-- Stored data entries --
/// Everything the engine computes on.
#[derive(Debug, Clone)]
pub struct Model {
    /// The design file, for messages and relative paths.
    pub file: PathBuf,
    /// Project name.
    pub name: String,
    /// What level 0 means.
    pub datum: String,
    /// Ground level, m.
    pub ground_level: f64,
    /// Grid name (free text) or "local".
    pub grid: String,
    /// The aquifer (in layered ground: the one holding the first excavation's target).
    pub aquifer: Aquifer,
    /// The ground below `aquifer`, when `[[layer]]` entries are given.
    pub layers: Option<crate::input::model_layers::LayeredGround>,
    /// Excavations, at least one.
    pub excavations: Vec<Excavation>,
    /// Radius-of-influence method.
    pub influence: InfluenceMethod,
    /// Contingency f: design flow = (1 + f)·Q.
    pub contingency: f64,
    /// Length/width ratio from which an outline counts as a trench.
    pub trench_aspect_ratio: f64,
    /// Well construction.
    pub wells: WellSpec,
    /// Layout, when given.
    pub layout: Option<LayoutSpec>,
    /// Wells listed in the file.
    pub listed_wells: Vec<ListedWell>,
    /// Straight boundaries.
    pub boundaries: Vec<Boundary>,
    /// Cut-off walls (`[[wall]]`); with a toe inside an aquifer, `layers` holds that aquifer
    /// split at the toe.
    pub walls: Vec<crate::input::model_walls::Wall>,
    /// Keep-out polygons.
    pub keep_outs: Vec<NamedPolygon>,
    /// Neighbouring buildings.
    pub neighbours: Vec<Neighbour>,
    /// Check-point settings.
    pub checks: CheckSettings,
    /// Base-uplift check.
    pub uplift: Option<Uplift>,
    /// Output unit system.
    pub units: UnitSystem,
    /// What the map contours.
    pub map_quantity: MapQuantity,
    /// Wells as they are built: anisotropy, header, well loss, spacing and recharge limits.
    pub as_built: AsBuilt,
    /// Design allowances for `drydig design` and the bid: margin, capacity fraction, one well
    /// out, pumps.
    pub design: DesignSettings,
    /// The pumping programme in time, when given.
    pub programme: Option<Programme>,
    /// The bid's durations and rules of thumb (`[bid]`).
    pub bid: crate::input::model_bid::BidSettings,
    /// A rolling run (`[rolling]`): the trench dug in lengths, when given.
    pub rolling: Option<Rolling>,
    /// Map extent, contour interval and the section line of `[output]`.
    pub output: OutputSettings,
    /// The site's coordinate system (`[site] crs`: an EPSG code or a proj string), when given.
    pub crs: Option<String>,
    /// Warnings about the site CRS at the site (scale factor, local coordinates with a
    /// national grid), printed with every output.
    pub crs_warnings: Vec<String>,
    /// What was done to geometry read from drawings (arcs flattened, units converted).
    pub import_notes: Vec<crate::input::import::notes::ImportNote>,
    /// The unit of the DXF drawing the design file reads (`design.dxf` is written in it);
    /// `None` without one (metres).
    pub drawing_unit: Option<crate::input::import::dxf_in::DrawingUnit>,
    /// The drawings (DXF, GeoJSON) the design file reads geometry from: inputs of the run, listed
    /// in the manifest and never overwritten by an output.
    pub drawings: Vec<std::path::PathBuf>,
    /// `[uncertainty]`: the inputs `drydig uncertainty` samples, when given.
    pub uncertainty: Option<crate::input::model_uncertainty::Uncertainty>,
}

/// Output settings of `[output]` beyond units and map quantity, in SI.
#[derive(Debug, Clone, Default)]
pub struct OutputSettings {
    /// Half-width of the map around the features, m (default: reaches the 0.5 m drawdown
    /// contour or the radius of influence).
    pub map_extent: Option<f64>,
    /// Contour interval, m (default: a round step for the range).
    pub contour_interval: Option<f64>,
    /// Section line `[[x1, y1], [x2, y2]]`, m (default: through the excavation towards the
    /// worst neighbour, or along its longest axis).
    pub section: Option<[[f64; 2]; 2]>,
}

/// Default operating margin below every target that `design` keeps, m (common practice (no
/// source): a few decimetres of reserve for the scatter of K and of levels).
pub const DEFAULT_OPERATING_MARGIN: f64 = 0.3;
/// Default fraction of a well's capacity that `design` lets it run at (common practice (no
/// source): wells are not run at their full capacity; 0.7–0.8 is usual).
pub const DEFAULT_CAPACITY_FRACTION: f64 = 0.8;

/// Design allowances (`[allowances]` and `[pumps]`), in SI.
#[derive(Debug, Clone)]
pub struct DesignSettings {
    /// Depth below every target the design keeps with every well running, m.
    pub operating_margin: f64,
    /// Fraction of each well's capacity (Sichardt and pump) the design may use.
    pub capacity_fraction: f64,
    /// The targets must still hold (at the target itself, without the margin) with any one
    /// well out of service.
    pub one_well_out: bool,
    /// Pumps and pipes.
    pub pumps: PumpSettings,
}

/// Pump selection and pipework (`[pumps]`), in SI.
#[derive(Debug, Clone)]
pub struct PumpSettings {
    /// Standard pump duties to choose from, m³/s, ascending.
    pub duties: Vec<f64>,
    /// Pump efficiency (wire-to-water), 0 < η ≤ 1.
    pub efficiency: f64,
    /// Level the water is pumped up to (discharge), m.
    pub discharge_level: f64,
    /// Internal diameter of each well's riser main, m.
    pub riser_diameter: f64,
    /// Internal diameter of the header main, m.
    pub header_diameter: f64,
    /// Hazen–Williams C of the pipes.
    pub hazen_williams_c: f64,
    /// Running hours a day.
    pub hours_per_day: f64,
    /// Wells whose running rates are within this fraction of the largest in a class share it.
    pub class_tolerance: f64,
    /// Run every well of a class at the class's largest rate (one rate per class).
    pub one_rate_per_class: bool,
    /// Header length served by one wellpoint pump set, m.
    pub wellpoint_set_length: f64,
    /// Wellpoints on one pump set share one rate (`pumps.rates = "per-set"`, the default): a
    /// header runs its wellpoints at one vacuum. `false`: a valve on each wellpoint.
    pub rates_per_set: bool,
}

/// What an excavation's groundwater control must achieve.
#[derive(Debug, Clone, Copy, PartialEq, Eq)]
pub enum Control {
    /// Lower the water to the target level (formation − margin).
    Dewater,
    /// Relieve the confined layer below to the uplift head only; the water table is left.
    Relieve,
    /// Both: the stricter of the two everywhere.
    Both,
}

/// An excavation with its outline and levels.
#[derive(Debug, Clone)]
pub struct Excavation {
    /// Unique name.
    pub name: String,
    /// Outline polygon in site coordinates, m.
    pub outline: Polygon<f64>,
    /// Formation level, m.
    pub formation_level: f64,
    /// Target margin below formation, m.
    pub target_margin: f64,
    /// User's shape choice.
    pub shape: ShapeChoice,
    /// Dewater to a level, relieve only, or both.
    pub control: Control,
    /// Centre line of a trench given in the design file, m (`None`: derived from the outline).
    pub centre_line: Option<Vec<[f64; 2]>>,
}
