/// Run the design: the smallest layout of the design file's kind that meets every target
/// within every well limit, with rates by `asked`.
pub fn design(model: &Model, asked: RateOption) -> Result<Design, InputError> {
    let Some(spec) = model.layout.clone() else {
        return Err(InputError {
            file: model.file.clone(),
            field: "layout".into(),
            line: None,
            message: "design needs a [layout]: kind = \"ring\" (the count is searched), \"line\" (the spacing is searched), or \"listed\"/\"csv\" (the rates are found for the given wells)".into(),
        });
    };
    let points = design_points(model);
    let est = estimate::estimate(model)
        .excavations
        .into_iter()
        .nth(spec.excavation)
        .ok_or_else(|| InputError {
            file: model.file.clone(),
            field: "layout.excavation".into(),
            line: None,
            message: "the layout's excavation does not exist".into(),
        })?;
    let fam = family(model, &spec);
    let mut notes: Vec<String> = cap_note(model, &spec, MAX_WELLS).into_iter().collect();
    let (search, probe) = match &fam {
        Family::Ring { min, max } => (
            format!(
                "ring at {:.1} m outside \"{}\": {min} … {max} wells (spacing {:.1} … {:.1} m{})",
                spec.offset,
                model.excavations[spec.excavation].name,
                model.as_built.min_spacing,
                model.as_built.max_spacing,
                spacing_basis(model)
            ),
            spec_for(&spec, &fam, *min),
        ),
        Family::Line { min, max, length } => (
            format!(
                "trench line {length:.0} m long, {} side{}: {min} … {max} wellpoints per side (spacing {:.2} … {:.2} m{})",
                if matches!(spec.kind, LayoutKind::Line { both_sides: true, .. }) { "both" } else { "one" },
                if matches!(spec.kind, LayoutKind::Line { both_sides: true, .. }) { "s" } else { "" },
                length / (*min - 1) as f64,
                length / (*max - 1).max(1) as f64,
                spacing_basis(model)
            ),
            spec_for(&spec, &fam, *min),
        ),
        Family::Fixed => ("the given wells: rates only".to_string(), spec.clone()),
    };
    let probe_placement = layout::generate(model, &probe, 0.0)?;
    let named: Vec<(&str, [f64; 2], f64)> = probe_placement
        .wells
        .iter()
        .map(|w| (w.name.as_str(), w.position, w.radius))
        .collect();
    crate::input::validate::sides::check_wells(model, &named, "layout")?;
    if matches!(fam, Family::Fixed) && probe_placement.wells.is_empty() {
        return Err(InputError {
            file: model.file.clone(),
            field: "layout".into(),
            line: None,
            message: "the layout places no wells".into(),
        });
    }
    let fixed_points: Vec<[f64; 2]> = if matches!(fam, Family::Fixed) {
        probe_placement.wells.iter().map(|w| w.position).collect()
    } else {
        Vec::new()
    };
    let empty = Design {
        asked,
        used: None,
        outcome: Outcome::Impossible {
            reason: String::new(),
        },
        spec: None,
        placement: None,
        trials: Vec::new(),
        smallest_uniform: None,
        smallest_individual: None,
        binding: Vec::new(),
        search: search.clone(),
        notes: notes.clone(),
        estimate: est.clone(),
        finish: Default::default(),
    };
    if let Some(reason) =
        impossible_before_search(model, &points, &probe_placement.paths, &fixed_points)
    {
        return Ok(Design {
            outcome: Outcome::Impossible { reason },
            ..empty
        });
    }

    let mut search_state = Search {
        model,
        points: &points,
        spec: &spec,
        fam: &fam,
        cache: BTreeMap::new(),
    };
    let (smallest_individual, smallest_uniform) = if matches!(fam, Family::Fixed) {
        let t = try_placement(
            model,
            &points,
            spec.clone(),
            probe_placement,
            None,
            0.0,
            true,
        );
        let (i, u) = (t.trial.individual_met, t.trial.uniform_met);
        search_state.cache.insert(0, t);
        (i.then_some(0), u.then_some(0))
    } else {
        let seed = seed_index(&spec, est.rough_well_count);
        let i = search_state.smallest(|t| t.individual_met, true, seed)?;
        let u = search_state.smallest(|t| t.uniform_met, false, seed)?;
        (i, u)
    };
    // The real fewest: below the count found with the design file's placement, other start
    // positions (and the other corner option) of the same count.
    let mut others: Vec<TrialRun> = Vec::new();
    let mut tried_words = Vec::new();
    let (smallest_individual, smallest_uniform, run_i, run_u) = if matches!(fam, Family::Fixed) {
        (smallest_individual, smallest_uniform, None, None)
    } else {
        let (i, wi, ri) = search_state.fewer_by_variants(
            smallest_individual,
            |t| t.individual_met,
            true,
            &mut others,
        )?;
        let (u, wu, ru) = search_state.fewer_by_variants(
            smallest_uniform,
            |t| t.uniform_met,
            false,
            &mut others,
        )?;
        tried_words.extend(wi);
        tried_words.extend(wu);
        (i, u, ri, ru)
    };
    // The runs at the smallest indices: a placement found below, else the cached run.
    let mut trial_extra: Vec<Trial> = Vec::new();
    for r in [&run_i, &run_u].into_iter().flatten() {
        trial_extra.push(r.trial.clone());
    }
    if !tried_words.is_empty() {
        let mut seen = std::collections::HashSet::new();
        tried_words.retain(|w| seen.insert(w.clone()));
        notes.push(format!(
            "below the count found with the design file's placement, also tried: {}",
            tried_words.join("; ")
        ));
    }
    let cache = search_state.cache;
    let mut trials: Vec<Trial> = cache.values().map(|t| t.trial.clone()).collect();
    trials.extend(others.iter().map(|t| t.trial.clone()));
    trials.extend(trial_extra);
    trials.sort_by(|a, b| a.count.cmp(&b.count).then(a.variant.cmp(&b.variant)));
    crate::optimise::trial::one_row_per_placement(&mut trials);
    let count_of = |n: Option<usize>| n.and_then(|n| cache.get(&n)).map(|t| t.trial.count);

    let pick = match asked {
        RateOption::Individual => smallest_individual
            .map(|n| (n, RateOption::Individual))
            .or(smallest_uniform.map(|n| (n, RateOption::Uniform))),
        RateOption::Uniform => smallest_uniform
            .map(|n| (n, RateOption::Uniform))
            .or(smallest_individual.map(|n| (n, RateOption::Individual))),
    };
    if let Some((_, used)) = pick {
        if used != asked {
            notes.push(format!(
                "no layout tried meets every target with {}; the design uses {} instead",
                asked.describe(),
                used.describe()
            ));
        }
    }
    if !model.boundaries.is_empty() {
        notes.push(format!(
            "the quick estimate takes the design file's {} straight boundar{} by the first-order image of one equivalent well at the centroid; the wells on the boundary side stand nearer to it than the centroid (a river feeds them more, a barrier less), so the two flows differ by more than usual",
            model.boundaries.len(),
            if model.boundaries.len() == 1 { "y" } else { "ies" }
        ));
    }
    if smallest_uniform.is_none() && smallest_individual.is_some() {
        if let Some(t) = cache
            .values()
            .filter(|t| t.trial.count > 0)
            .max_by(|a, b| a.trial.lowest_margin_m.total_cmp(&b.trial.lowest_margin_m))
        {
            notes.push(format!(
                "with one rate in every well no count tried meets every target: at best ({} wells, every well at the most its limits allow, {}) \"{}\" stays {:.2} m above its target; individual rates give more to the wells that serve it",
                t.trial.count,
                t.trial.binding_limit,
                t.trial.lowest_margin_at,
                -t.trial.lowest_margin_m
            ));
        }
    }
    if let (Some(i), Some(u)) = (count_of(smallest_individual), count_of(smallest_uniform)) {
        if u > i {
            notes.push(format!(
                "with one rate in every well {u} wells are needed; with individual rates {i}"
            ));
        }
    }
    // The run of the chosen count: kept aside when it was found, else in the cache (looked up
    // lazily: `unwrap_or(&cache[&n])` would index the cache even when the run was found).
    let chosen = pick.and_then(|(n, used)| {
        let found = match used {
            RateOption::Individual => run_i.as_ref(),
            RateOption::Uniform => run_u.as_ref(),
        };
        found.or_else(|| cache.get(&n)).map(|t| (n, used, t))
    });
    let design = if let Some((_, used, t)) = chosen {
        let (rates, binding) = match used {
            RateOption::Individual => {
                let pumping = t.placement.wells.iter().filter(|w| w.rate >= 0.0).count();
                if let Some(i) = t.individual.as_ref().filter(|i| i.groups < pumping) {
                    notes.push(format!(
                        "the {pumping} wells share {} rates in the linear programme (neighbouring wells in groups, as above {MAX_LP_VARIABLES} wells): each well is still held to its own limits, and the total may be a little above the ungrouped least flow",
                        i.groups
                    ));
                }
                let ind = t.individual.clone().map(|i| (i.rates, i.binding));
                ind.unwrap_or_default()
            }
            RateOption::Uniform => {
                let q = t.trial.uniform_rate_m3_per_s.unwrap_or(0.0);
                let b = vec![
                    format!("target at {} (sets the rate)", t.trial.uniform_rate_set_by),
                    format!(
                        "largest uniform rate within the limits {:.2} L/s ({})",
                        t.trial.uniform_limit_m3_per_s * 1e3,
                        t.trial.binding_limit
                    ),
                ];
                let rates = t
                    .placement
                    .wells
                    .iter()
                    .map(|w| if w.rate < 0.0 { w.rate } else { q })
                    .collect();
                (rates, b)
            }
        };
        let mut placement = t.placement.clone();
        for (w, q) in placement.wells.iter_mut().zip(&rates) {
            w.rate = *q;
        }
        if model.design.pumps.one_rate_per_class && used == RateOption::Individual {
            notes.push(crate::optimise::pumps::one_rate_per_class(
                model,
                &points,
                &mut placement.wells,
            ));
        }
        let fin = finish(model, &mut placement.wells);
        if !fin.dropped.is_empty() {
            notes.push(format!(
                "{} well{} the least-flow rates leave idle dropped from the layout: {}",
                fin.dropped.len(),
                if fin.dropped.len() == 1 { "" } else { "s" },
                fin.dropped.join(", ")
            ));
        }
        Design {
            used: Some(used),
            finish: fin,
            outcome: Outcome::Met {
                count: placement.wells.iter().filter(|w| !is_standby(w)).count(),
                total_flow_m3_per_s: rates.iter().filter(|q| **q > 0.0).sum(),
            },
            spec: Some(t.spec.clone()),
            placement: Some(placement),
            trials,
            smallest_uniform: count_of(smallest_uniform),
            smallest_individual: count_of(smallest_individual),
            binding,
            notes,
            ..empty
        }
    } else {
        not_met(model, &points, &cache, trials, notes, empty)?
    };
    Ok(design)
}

-- What needs to be done --
Whenever the word "seed" shows up in a line above, copy that line.

-- Result of the exercise --
        let seed = seed_index(&spec, est.rough_well_count);
        let i = search_state.smallest(|t| t.individual_met, true, seed)?;
        let u = search_state.smallest(|t| t.uniform_met, false, seed)?;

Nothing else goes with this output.